▶ WORK INSTRUCTION:
Your answer should hold each line of the material that contains the word "dict".

▶ RECORD EXCERPTS:

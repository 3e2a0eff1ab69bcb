"""Descriptors of one carboxyl group by column name, for cases worked by hand."""

from __future__ import annotations

import math

from rdkit import Chem

from qsar.descriptors import EFFECTS, NAMES, Molecule, SiteView, site_descriptors
from qsar.structures import read_acid


def describe(smiles: str, site: str = "", ionised: bool = False) -> dict[str, float]:
    """Descriptors of one site.

    `site` is SMARTS whose first atom is the carboxyl carbon meant (the first one where empty); with `ionised`
    all other carboxyl groups have lost their proton.
    """
    acid = read_acid(smiles)
    carbon = acid.sites[0]
    if site:
        carbon = acid.mol.GetSubstructMatch(Chem.MolFromSmarts(site))[0]
        assert carbon in acid.sites
    others = frozenset(acid.sites) - {carbon} if ionised else frozenset()
    values = site_descriptors(SiteView(Molecule(acid.graph), carbon, others))
    assert len(values) == len(NAMES)
    return dict(zip(NAMES, values, strict=True))


def check(smiles: str, expected: dict[str, float], site: str = "", ionised: bool = False) -> None:
    """Compare the named columns with values worked by hand."""
    found = describe(smiles, site, ionised)
    wrong = {
        name: (found[name], value)
        for name, value in expected.items()
        if not math.isclose(found[name], value, abs_tol=1e-9)
    }
    assert not wrong, f"{smiles}: (found, by hand) {wrong}"


def not_worked(effect: str, cases: list[tuple]) -> set[str]:  # type: ignore[type-arg]
    """Columns of an effect for which no case has a value other than zero."""
    worked = {name for case in cases for name, value in case[1].items() if value}
    (mine,) = (e for e in EFFECTS if e.name == effect)
    return {column.name for column in mine.columns} - worked
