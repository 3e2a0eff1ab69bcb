"""What carries the carboxyl group: counts that are read off the drawing.

Alkyl groups and chain: Taft 1956. Places of ring hetero atoms as in 2- and 3-furoic acid.
"""

from __future__ import annotations

from math import log

import pytest
from descriptors.worked import check, not_worked

CASES: list[tuple[str, dict[str, float]]] = [
    ("OC=O", {"formic": 1, "alpha_hydrogens": 0, "longest": 0}),
    # acetic acid: one atom besides the carboxyl group, ln(1 + 1)
    (
        "CC(=O)O",
        {
            "formic": 0,
            "alpha_hydrogens": 3,
            "alpha_carbons": 0,
            "log_atoms": log(2),
            "longest": 1,
            "saturated_carbons": 1,
        },
    ),
    ("CC(C)(C)C(=O)O", {"alpha_hydrogens": 0, "alpha_carbons": 3, "alpha_quaternary": 1}),
    ("C=CC(=O)O", {"alpha_unsaturated": 1, "alpha_hydrogens": 1, "saturated_carbons": 0}),
    ("COCC(=O)O", {"alpha_hetero": 1, "alpha_carbons": 0, "alpha_unsaturated": 0}),
    # 3-methylbutanoic acid: C2 at one bond, C3 at two, two methyls at three: 1 + 0.4 + 2 * 0.16
    (
        "CC(C)CC(=O)O",
        {
            "gamma_carbons": 2,
            "beta_branching": 1,
            "alkyl_g40": 1.72,
            "saturated_carbons": 4,
            "longest": 3,
            "log_atoms": log(5),
        },
    ),
    ("CCCCCC(=O)O", {"longest": 5, "beta_branching": 0}),
    ("OC(=O)C1CC1", {"ring3": 1, "ring4": 0}),
    ("OC(=O)C1CCC1", {"ring4": 1, "ring3": 0}),
    ("OC(=O)C1CCCC1", {"ring5": 1}),
    ("OC(=O)C1CCCCC1", {"ring6": 1, "ring_larger": 0, "ring_bridged": 0}),
    ("OC(=O)C1CCCCCC1", {"ring_larger": 1, "ring6": 0}),
    # decalin-4a-carboxylic acid: the COOH is on the carbon shared by two six-membered rings
    ("OC(=O)C12CCCCC1CCCC2", {"ring6": 2, "ring_bridged": 1}),
    # 2- and 3-substituted five-membered rings: position 1 is beside, 2 one further
    ("OC(=O)c1ccco1", {"ring_hetero5": 1, "ring_o_adjacent": 1, "ring_o_remote": 0}),
    ("OC(=O)c1ccoc1", {"ring_hetero5": 1, "ring_o_adjacent": 0, "ring_o_remote": 1}),
    ("OC(=O)c1cccs1", {"ring_s_adjacent": 1, "ring_s_remote": 0}),
    ("OC(=O)c1ccsc1", {"ring_s_adjacent": 0, "ring_s_remote": 1}),
    ("OC(=O)c1ccc[nH]1", {"ring_nh_adjacent": 1, "ring_nh_remote": 0}),
    ("OC(=O)c1cc[nH]c1", {"ring_nh_adjacent": 0, "ring_nh_remote": 1}),
    # picolinic, nicotinic and isonicotinic acid; para counts half
    ("OC(=O)c1ccccn1", {"ring_hetero5": 0, "ring_n_adjacent": 1, "ring_n_remote": 0}),
    ("OC(=O)c1cccnc1", {"ring_n_adjacent": 0, "ring_n_remote": 1}),
    ("OC(=O)c1ccncc1", {"ring_n_adjacent": 0, "ring_n_remote": 0.5}),
    ("OC(=O)C1CCCO1", {"ring_hetero_saturated": 1, "ring5": 1, "alpha_hetero": 1}),
    ("OC(=O)C1COCCN1", {"ring_hetero_saturated": 2}),
]


@pytest.mark.parametrize(("smiles", "expected"), CASES)
def test_worked_by_hand(smiles: str, expected: dict[str, float]) -> None:
    check(smiles, expected)


def test_every_column_is_worked() -> None:
    assert not_worked("skeleton", CASES) == set()
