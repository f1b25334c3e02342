"""plant.toml -> a `Plant`, or every fault in it at once, each with its line."""

from __future__ import annotations

import hashlib
import re
import tomllib
from pathlib import Path
from typing import TypeVar

from logbook.plant.catalogue import WALK_GROUPS, ReadingDefinition, catalogue, parse_span
from logbook.plant.engines import read_engine
from logbook.plant.fields import Fault, Faults, Table
from logbook.plant.parts import read_counter, reading_keys, short_id
from logbook.plant.records import (
    METER_KINDS,
    RIGHTS,
    Engine,
    Fuel,
    Marks,
    Meter,
    Person,
    Plant,
    Tank,
)
from logbook.plant.toml_lines import lines_of
from logbook.plant.usual import plant_readings

FILE_NAME = "plant.toml"
LARGEST_BYTES = 1_000_000
Item = TypeVar("Item", Engine, Meter, Tank, Person)
_OFFSET = re.compile(r"([+-])(\d{1,2})(?::?(\d{2}))?")

METER_UNITS = {
    "fuel_meter_supply": ("L", "m3", "kg", "t"),
    "fuel_meter_return": ("L", "m3", "kg", "t"),
    "boiler_fuel_meter": ("L", "m3", "kg", "t"),
    "gas_meter": ("Nm3", "Sm3", "m3", "kg"),
    "exported_energy": ("kWh", "MWh"),
}


class PlantUnusable(Exception):
    """The plant folder has no plant.toml that can be used. `faults` has every one of them."""

    def __init__(self, sentence: str, faults: tuple[Fault, ...] = ()) -> None:
        super().__init__("\n".join([sentence, *(fault.sentence() for fault in faults)]))
        self.faults = faults


def read_plant(folder: Path) -> Plant:
    """The plant of a folder. Raises PlantUnusable with all faults."""
    path = folder / FILE_NAME
    try:
        if path.stat().st_size > LARGEST_BYTES:
            raise PlantUnusable(f"{path} is larger than {LARGEST_BYTES // 1000} kB: that is no plant.toml.")
        text = path.read_text(encoding="utf-8")
    except FileNotFoundError:
        raise PlantUnusable(f"There is no {path}. Make one with: logbook new {folder} --kind ship") from None
    except UnicodeDecodeError as error:
        raise PlantUnusable(f"{path} is not UTF-8 text (byte {error.start}). Save it as UTF-8.") from error
    except OSError as error:
        raise PlantUnusable(f"{path} cannot be read: {error.strerror or error}.") from error
    plant, faults = parse_plant(text)
    if plant is None:
        count = f"{len(faults)} fault{'s' if len(faults) > 1 else ''}"
        raise PlantUnusable(f"{path} cannot be used: {count}.", faults)
    return plant


def parse_plant(text: str) -> tuple[Plant | None, tuple[Fault, ...]]:
    """The plant that the text describes, or None with every fault found."""
    try:
        content = tomllib.loads(text)
    except tomllib.TOMLDecodeError as error:
        return None, (_syntax_fault(text, str(error)),)
    except RecursionError:
        return None, (
            Fault(1, FILE_NAME, "tables within tables without end", "a plant.toml as `logbook new` writes it"),
        )
    faults = Faults(lines_of(text))
    top = Table(content, (), faults)
    plant = _plant(top, text, faults)
    faults.found.sort(key=lambda fault: fault.line)
    return (None if faults.found else plant), tuple(faults.found)


def _syntax_fault(text: str, said: str) -> Fault:
    place = re.search(r"\(at line (\d+), column (\d+)\)", said)
    line = int(place[1]) if place else text.count("\n") + 1
    what = re.sub(r"\s*\(at .*\)", "", said)
    lines = text.splitlines()
    stands = lines[line - 1].strip()[:50] if 0 < line <= len(lines) else "the end of the file"
    return Fault(line, FILE_NAME, f"{what} in '{stands}'", 'key = value, with texts in "quotation marks"')


def _plant(top: Table, text: str, faults: Faults) -> Plant:
    head = top.table("plant") or Table({}, ("plant",), faults)
    if not top.has("plant"):
        faults.note(("plant",), "nothing", "the table [plant] with kind and name")
    kind = head.word("kind", ("ship", "station"), "ship", required=True)
    name = head.text("name", "", required="the name of the ship or station")
    offset = _offset(head)
    points = dict(catalogue()) | {point.key: point for point in _points(top)}
    readings = reading_keys(head, points) or plant_readings(kind)
    barometer_at = head.word("barometer_at", ("engine", "bridge, reduced to sea level"), "engine")
    altitude = head.number("altitude_m", 0.0, least=-400, greatest=5000, unit="m") or 0.0
    barometer_height = head.number("barometer_height_m", 0.0, least=-50, greatest=300, unit="m") or 0.0
    suction = head.word("suction_air_at", ("turbocharger suction", "engine room"), "turbocharger suction")
    hour = head.word("hour", ("ending", "beginning"), "ending")
    hourly = head.flag("hourly", kind == "station")
    currency = head.text("currency", "USD")
    ship_type = head.text("ship_type", "")
    capacity = head.number("capacity_t", None, least=1, greatest=1e6, unit="t")
    comma = head.flag("decimal_comma", False)
    horsepower = head.word("horsepower", ("metric", "mechanical"), "")
    head.done()

    engines = tuple(_unique([read_engine(table, points) for table in top.tables("engine")], "engine", faults))
    if not engines:
        faults.note(("engine",), "no engine", "at least one [[engine]]")
    ids = [engine.id for engine in engines]
    meters = tuple(_unique([_meter(table, ids) for table in top.tables("meter")], "meter", faults))
    tanks = tuple(_unique([_tank(table, ids) for table in top.tables("tank")], "tank", faults))
    fuels = tuple(_fuel(table) for table in top.tables("fuel"))
    people = tuple(_unique([_person(table) for table in top.tables("person")], "person", faults))
    marks = _marks(top.table("marks"))
    top.asked.add("point")
    top.done()
    return Plant(
        kind=kind,
        name=name,
        engines=engines,
        meters=meters,
        tanks=tanks,
        fuels=fuels,
        people=people,
        marks=marks,
        points=points,
        plant_readings=readings,
        utc_offset_min=offset,
        altitude_m=altitude,
        barometer_at=barometer_at,
        barometer_height_m=barometer_height,
        suction_air_at=suction,
        hour=hour,
        hourly=hourly,
        currency=currency,
        ship_type=ship_type,
        capacity_t=capacity,
        decimal_comma=comma,
        power_unit_hp=horsepower,
        text=text,
        digest=hashlib.sha256(text.encode("utf-8")).hexdigest(),
    )


def _offset(head: Table) -> int:
    text = head.text("utc_offset", "+00:00")
    match = _OFFSET.fullmatch(text)
    minutes = int(match[2]) * 60 + int(match[3] or 0) if match else 10**6
    if match is None or minutes > 14 * 60:
        head.note("utc_offset", 'ship time ahead of UTC, e.g. "+02:00", or "-03:30" behind it')
        return 0
    return -minutes if match[1] == "-" else minutes


def _unique(items: list[Item], what: str, faults: Faults) -> list[Item]:
    seen: set[str] = set()
    for index, item in enumerate(items):
        if item.id and item.id in seen:
            faults.note((what, index, "id"), f"'{item.id}' a second time", f"an id of its own for every {what}")
        seen.add(item.id)
    return items


def _serves(table: Table, engines: list[str], *, required: bool) -> tuple[str, ...]:
    serves = table.texts("serves", required='the engines it serves, e.g. ["ME"]' if required else "")
    for engine in serves:
        if engine not in engines:
            table.note("serves", f"engines of this plant: {', '.join(engines) or 'none'}")
            break
    return serves


def _meter(table: Table, engines: list[str]) -> Meter:
    meter_id = short_id(table)
    key = table.word("key", METER_KINDS, METER_KINDS[0], required=True)
    unit = table.word("unit", METER_UNITS[key], METER_UNITS[key][0], required=True)
    raw = table.raw("temperature")
    temperature = ""
    if raw == "read":
        temperature = "read"
    elif isinstance(raw, int | float) and not isinstance(raw, bool) and -30 <= raw <= 200:
        temperature = f"{raw:g}"
    elif raw is not None:
        table.note("temperature", '"read", or a fixed number of degC')
    meter = Meter(
        id=meter_id,
        key=key,
        serves=_serves(table, engines, required=key != "exported_energy"),
        unit=unit,
        counter=read_counter(table),
        accuracy_percent=table.number("accuracy_percent", 0.5, least=0, greatest=20, unit="%") or 0.5,
        rated_rate_per_h=table.number("rated_rate_per_h", None, least=0, greatest=1e7),
        temperature=temperature,
        serial=table.text("serial"),
    )
    table.done()
    return meter


def _tank(table: Table, engines: list[str]) -> Tank:
    tank = Tank(
        id=short_id(table),
        name=table.text("name"),
        use=table.word("use", ("storage", "settling", "service", "day", "oil"), "storage", required=True),
        volume_m3=table.must("volume_m3", least=0.01, greatest=1e5, unit="m3"),
        serves=_serves(table, engines, required=False),
        mixing_hours=table.number("mixing_hours", 24.0, least=0, greatest=240, unit="h") or 0.0,
    )
    table.done()
    return tank


def _fuel(table: Table) -> Fuel:
    fuel = Fuel(
        grade=table.text("grade", required="the grade, as on the delivery note"),
        kind=table.word("kind", ("residual", "distillate", "gas", "other"), "residual", required=True),
        lower_calorific_value_mj_kg=table.number("lower_calorific_value_mj_kg", None, least=5, greatest=130),
        density15_kg_m3=table.number("density15_kg_m3", None, least=600, greatest=1100, unit="kg/m3"),
        lower_calorific_value_mj_m3=table.number("lower_calorific_value_mj_m3", None, least=1, greatest=120),
        gas_condition=table.word("gas_condition", ("Nm3", "Sm3"), "Nm3"),
        carbon_factor=table.number("carbon_factor", None, least=0, greatest=4),
        price_per_t=table.number("price_per_t", None, least=0, greatest=1e5),
    )
    table.done()
    return fuel


def _person(table: Table) -> Person:
    rights = table.texts("rights")
    for right in rights:
        if right not in RIGHTS:
            table.note("rights", f"some of {', '.join(RIGHTS)}")
            break
    person = Person(
        id=short_id(table),
        name=table.text("name", required="the person's name"),
        rank=table.text("rank"),
        rights=rights or ("read", "enter"),
        account=table.text("account"),
    )
    table.done()
    return person


def _marks(table: Table | None) -> Marks:
    if table is None:
        return Marks()
    marks = Marks(
        excess_points=table.number("excess_points", None, least=0, greatest=30),
        sfoc_deviation=table.number("sfoc_deviation", None, least=0, greatest=1),
    )
    table.done()
    return marks


def _points(top: Table) -> list[ReadingDefinition]:
    """Points of the plant's own."""
    points = []
    families = {point.family for point in catalogue().values()}
    for table in top.tables("point"):
        try:
            span = parse_span(table.text("span"))
        except ValueError:
            table.note("span", "a span like 15..250")
            span = None
        key = table.text("key", required="a key of its own, small letters and _")
        if key and (not re.fullmatch(r"[a-z][a-z0-9_]*", key) or key in catalogue()):
            table.note("key", "small letters, digits and _, and no key of the catalogue")
        label = table.text("label", key)
        points.append(
            ReadingDefinition(
                key=key,
                label=label,
                label_four_stroke="",
                abbreviation=table.text("abbreviation", label[:12]),
                abbreviation_four_stroke="",
                unit=table.text("unit", "-"),
                family=table.word("family", sorted(families), "number", required=True),
                per=table.word("per", ("engine", "cylinder", "turbocharger", "cooler", "plant", "ship"), "engine"),
                kind=table.word("kind", ("gauge", "counter", "state", "level"), "gauge"),
                pressure_reference=table.word("pressure_reference", ("gauge", "absolute", "differential"), ""),
                spans=dict.fromkeys(("two-stroke", "four-stroke", "gas"), span) if span else {},
                uncertainty="",
                walk=table.word("walk", WALK_GROUPS, "aux"),
            )
        )
        table.done()
    return points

▶ PROBLEM SOLUTION:
def describe(smiles: str, site: str = "", ionised: bool = False) -> dict[str, float]:
    return dict(zip(NAMES, values, strict=True))
def check(smiles: str, expected: dict[str, float], site: str = "", ionised: bool = False) -> None:
CASES: list[tuple[str, dict[str, float]]] = [
def test_worked_by_hand(smiles: str, expected: dict[str, float]) -> None:
    points = dict(catalogue()) | {point.key: point for point in _points(top)}
                spans=dict.fromkeys(("two-stroke", "four-stroke", "gas"), span) if span else {},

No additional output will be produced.